Activity: Using the listing below, report how many lines hold the word "length", and nothing else.
★ ★ ★ ★ ★ ★ ★
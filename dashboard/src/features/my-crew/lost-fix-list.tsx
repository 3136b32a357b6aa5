import { causeLabels } from '@hubtack/contracts/lost-fixes/cause.js';
import {
  endingWords,
  flagLabels,
  lostFixKindWords,
  type LostFix,
} from '@hubtack/contracts/lost-fixes/lost-fix.js';
import { clockTime, duration } from '../../lib/format';

const nameOf = ({ kind, flag }: LostFix): string => {
  const said = flag ? flagLabels[flag.word] : null;
  if (kind === 'flag') return said ?? lostFixKindWords.flag;
  return said === null ? lostFixKindWords[kind] : `${lostFixKindWords[kind]}, flagged: ${said.toLowerCase()}`;
};

function standing({ status, taken, ending, closed }: LostFix): string {
  switch (status) {
    case 'open':
      return 'Open, nobody has taken it yet';
    case 'taken':
      return taken ? `${taken.by} has it` : 'Taken';
    case 'ended':
      return ending ? endingWords[ending] : 'Ended';
    case 'closed':
      return closed ? `Closed: ${causeLabels[closed.cause].toLowerCase()}` : 'Closed';
  }
}

const causeOf = ({ diagnosis, closed }: LostFix): string | null =>
  diagnosis && !closed ? `Likely: ${causeLabels[diagnosis.cause].toLowerCase()}` : null;

interface LostFixListProps {
  lostFixes: readonly LostFix[];
  now: number;
  zone: string;
}

/** The day's lost fixes, newest first, and what became of them. */
export function LostFixList({ lostFixes, now, zone }: LostFixListProps) {
  return (
    <div className="crew-lost-fixes">
      <h2>Lost fixes today</h2>
      {lostFixes.length === 0 && <p>None so far.</p>}
      <ul>
        {lostFixes.map((lostFix) => (
          <li key={lostFix.id} data-open={lostFix.endAt === null && lostFix.closed === null}>
            <time dateTime={new Date(lostFix.startAt).toISOString()}>{clockTime(lostFix.startAt, zone)}</time>
            <div>
              <strong>{nameOf(lostFix)}</strong>
              <span className="crew-lost-length">
                {duration((lostFix.endAt ?? lostFix.closed?.at ?? now) - lostFix.startAt - lostFix.pausedMs)}
              </span>
              <p>{[causeOf(lostFix), standing(lostFix)].filter(Boolean).join('. ')}</p>
              {lostFix.flag?.note && <p>“{lostFix.flag.note}”</p>}
              {lostFix.photos > 0 && <p>{lostFix.photos === 1 ? '1 photo' : `${lostFix.photos} photos`}</p>}
            </div>
          </li>
        ))}
      </ul>
    </div>
  );
}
★ ★ ★ ★ ★ ★ ★
Exercise response: 2